Role of Managed Care
Some aspects of managed care may create barriers to care for homeless patients. When beneficiaries are auto-enrolled into plans or auto-assigned to unfamiliar providers in a distant section of town, they may have difficulty accessing care. In-network providers may not be equipped or inclined to treat the complexities and social issues inherent to homelessness. Requirements for prior authorizations on prescriptions or other services and frequently changing drug formularies also create barriers to timely treatment, especially for behavioral health conditions.
Looking Ahead
Based on the early Medicaid expansion experiences of health care providers serving homeless populations, key areas of focus include:
- Expanding Medicaid. Absent Medicaid expansion, states cannot provide most of the opportunities outlined above.
- Ensuring continuity of enrollment and assignment. HCH enrollment workers are focused on ensuring that clients connect with willing providers of choice and do not “fall off the rolls.”
- Educating providers, clients, and plans. Understanding how to use Medicaid benefits, creating care plans that include covered services, and learning more about the needs of this patient group should be priorities for all stakeholders.

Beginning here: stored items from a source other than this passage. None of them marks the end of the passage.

"""The page in a browser: what a choice shows is what the tally gives, and nothing leaves the page.

Run in Debian's Chromium. Accessibility is judged by axe-core, an independent
library of checks, which the package axe-playwright-python brings along.
"""

from __future__ import annotations

import json
import math
import os
import re
import shutil
from collections.abc import Iterator
from dataclasses import dataclass, field, replace
from functools import cached_property
from importlib.resources import files
from pathlib import Path

import numpy as np
import pytest
from playwright.sync_api import Browser, Locator, Page, expect, sync_playwright
from skytally.account import account, lay_coverage
from skytally.campaign import LoadedCampaign, load_campaign
from skytally.circular import render_circular
from skytally.covered import Chosen, Coverage, TallySettings
from skytally.figure_style import Drawing
from skytally.figures import draw_figures
from skytally.page_sets import SetMerger
from skytally.patchwork import Patchwork
from skytally.report import render_html
from skytally.results import Results
from skytally.selection import Selection
from skytally.spans import DEG2_PER_SR
from skytally.tally import SetWorth, _centre_rule_error
from skytally.times import mjd_to_iso
from skytally.wording import (
    area_text,
    headline,
    hours_text,
    number_text,
    percent,
    probability_text,
    row_probability,
    to_ascii,
    utc_text,
)

EXAMPLE = Path(__file__).parent.parent / "examples/lantern-7/campaign.toml"
WIDTHS = (360, 768, 1440)
# A busy machine is slow, not wrong.
PATIENCE_MS = 120_000
expect.set_options(timeout=PATIENCE_MS)


@dataclass(frozen=True, eq=False)
class Example:
    """The example campaign, its page, and the tally to compare with."""

    campaign: LoadedCampaign
    coverage: Coverage
    results: Results
    figures: dict[str, Drawing]
    html: str
    path: Path

    @property
    def url(self) -> str:
        return self.path.as_uri()

    @cached_property
    def worths(self) -> list[SetWorth]:
        return [SetWorth.of(self.coverage, m, None) for m in self.campaign.maps]

    @cached_property
    def ends(self) -> np.ndarray:
        return np.unique(self.coverage.observations.end_mjd)


@pytest.fixture(scope="module")
def example(tmp_path_factory: pytest.TempPathFactory) -> Example:
    campaign = load_campaign(EXAMPLE)
    coverage = lay_coverage(campaign)
    results = account(campaign, coverage=coverage)
    figures = draw_figures(results)
    html = render_html(results, figures)
    path = tmp_path_factory.mktemp("page") / "report.html"
    path.write_text(html, encoding="utf-8")
    return Example(campaign, coverage, results, figures, html, path)


@pytest.fixture(scope="module")
def browser() -> Iterator[Browser]:
    chromium = shutil.which("chromium")
    assert chromium is not None, "the page is checked in Chromium: apt-get install chromium"
    with sync_playwright() as playwright:
        # Tests may run as root, for whom Chromium has no sandbox.
        browser = playwright.chromium.launch(executable_path=chromium, args=["--no-sandbox"])
        yield browser
        browser.close()


@dataclass
class Visit:
    """A page, and everything it complained about or asked for."""

    page: Page
    complaints: list[str] = field(default_factory=list)
    requests: list[str] = field(default_factory=list)

    def open(self, url: str) -> Page:
        self.page.on("console", lambda message: self.complaints.append(message.text))
        self.page.on("pageerror", lambda error: self.complaints.append(str(error)))
        self.page.on("request", lambda request: self.requests.append(request.url))
        self.page.goto(url)
        return self.page


@pytest.fixture
def visit(browser: Browser, example: Example) -> Iterator[Visit]:
    """A fresh visit with scripts on; afterwards nothing may have gone wrong or out."""
    context = browser.new_context(viewport={"width": 1440, "height": 900})
    context.set_default_timeout(PATIENCE_MS)
    visit = Visit(context.new_page())
    yield visit
    context.close()
    assert visit.complaints == []
    pages = {url.split("#")[0] for url in visit.requests if not url.startswith("data:")}
    assert len(pages) == 1


def ready(visit: Visit, url: str) -> Page:
    page = visit.open(url)
    page.wait_for_selector("html[data-ready]")
    return page


# --- the twin ------------------------------------------------------------------------


@dataclass(frozen=True)
class Choice:
    map: int
    telescopes: tuple[bool, ...]
    bands: tuple[bool, ...]
    step: int
    visits: int


def drawn(example: Example, number: int) -> list[Choice]:
    rng = np.random.default_rng(7)
    o = example.coverage.observations

    def flags(n: int) -> tuple[bool, ...]:
        return tuple((rng.random(n) < 0.65).tolist())

    return [
        Choice(
            int(rng.integers(len(example.campaign.maps))),
            flags(len(o.telescopes)),
            flags(len(o.bands)) if rng.random() < 0.6 else (True,) * len(o.bands),
            int(rng.integers(example.ends.size)) if rng.random() < 0.6 else example.ends.size - 1,
            int(rng.choice([1, 1, 2, 3, 5])),
        )
        for _ in range(number)
    ]


@dataclass(frozen=True, eq=False)
class Twin:
    """The tally of a choice, from the package's own view of a selection."""

    example: Example
    choice: Choice

    @cached_property
    def chosen(self) -> np.ndarray:
        o = self.example.coverage.observations
        return (
            np.array(self.choice.telescopes)[o.telescope]
            & np.array(self.choice.bands)[o.band]
            & (o.end_mjd <= self.example.ends[self.choice.step])
        )

    def view(self, mask: np.ndarray, visits: int, gap_minutes: float) -> np.ndarray:
        """Sets of the centre rule's patchwork visited as often as the tally's revisits."""
        coverage = self.example.coverage
        selection = Selection(None, None, None, mask, np.zeros(mask.size, dtype=int), 0)
        settings = TallySettings(self.example.campaign.event_mjd, visits, gap_minutes)
        ((part, _),) = Chosen.every(coverage, [selection], settings)
        again = np.zeros(coverage.centre.sets, dtype=bool)
        again[part.covered] = part.revisited[part.kind[part.covered]]
        return again

    def often(self, patchwork: Patchwork, mask: np.ndarray) -> np.ndarray:
        """Sets of any patchwork that enough of the exposures visited."""
        o = self.example.coverage.observations
        number = np.bincount(o.footprint[mask], minlength=int(patchwork.members.max()) + 1)
        visits = np.zeros(patchwork.sets)
        np.add.at(visits, patchwork.set_of_member, number[patchwork.members])
        return visits >= self.choice.visits

    def texts(self, mask: np.ndarray, map_index: int) -> dict[str, str]:
        """What the page must say of some of the chosen exposures."""
        coverage, worth = self.example.coverage, self.example.worths[map_index]
        settings = self.example.results.settings
        visits = self.choice.visits
        centre, inner, outer = (
            self.often(p, mask) for p in (coverage.centre, coverage.inner, coverage.outer)
        )
        # The tally's own count of visits agrees with the plain one.
        assert np.array_equal(self.view(mask, visits, 0.0), centre)
        value = float(worth.probability[centre].sum())
        low, high = float(worth.inner[inner].sum()), float(worth.outer[outer].sum())
        error = 0.0
        if visits == 1:
            footprints = coverage.footprints.of(mask)
            error = _centre_rule_error(coverage, worth.strip, footprints, high - low)
        area, area_low, area_high = (
            float(p.area_sr[covered].sum() * DEG2_PER_SR)
            for p, covered in (
                (coverage.centre, centre),
                (coverage.inner, inner),
                (coverage.outer, outer),
            )
        )
        again = centre & self.view(mask, settings.revisit_visits, settings.revisit_gap_minutes)
        text = probability_text(value, low, high, error, settings.bracket_target)
        covered, _, bracket = text.partition(" (")
        in_90 = float(worth.area_90_sr[centre].sum() * DEG2_PER_SR)
        return {
            "exposures": number_text(int(mask.sum())),
            "area": self.area(area, area_low, area_high),
            "covered": covered,
            "bracket": bracket.rstrip(")"),
            "in_50": percent(float(worth.probability_50[centre].sum())),
            "in_90": percent(float(worth.probability_90[centre].sum())),
            "of_90": percent(in_90 / self.example.results.maps[map_index].area_90_deg2),
            "revisited": percent(float(worth.probability[again].sum())),
        }

    def area(self, value: float, low: float, high: float) -> str:
        if self.choice.visits == 1 or value <= 0 or high - low <= 2e-9 * value:
            return area_text(value, low, high)
        # Only a union is known to a thousandth; else the bracket says how well.
        uncertainty = max((high - low) / 2, 1e-4 * value)
        digits = max(0, min(6, -math.floor(math.log10(uncertainty))))
        return f"{number_text(value, digits)}\N{NO-BREAK SPACE}deg²"

    def shares(self) -> list[tuple[str, str]]:
        """Alone and share of each telescope as the page must say them."""
        return [(percent(alone), percent(credit)) for alone, credit in self.credits()]

    def credits(self) -> list[tuple[float, float]]:
        """Alone and share of each telescope."""
        coverage = self.example.coverage
        o = coverage.observations
        probability = self.example.worths[self.choice.map].probability
        union = self.often(coverage.centre, self.chosen)
        single = replace(self.choice, visits=1)
        seen = np.array(
            [
                Twin(self.example, single).often(coverage.centre, self.chosen & (o.telescope == t))
                for t in range(len(o.telescopes))
            ]
        )
        number = np.maximum(seen.sum(axis=0), 1)
        return [
            (
                float(probability[mine & union & (number == 1)].sum()),
                float((probability / number)[mine & union].sum()),
            )
            for mine in seen
        ]

    def history(self, mask: np.ndarray) -> tuple[np.ndarray, np.ndarray]:
        """Hours at which new probability was completed, and how much was covered then."""
        o, patchwork = self.example.coverage.observations, self.example.coverage.centre
        probability = self.example.worths[self.choice.map].probability
        sets, ends = [], []
        for exposure in np.flatnonzero(mask):
            inside = patchwork.set_of_member[patchwork.members == o.footprint[exposure]]
            sets.append(inside)
            ends.append(np.full(inside.size, o.end_mjd[exposure]))
        if not sets:
            return np.empty(0), np.empty(0)
        which, when = np.concatenate(sets), np.concatenate(ends)
        order = np.lexsort((when, which))
        which, when = which[order], when[order]
        # A place counts from the end of the visit that makes enough of them.
        place = np.flatnonzero(np.append(True, np.diff(which) > 0)) + self.choice.visits - 1
        place = place[place < which.size]
        place = place[which[place] == which[place - self.choice.visits + 1]]
        gained = np.bincount(
            np.searchsorted(self.example.ends, when[place]), probability[which[place]]
        )
        steps = np.flatnonzero(gained > 0)
        hours = (self.example.ends[steps] - self.example.campaign.event_mjd) * 24
        return hours, np.cumsum(gained[steps])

- Sharing data across providers. Improving quality and care coordination demands access to data systems that unite utilization, health outcome, and cost data across all care settings
- Addressing social determinants of health. Health reform offers a renewed opportunity to better connect health outcomes to housing stability.
- Keeping safety net funding streams. Medicaid does not typically cover the broad range of services a homeless population needs, making traditional grant funding critically important to close gaps in services.
- Enhancing workforce capacity. Recruiting and retaining the full range of service providers needed to meet the complex health care needs of vulnerable populations is critical, and requires investments in staff and training.
The early experiences of health care providers serving homeless populations with Medicaid expansion reveal new opportunities for maximizing Medicaid’s role in improving health outcomes, especially for vulnerable and chronically ill populations. As states move forward, these lessons can inform policy and practice decisions.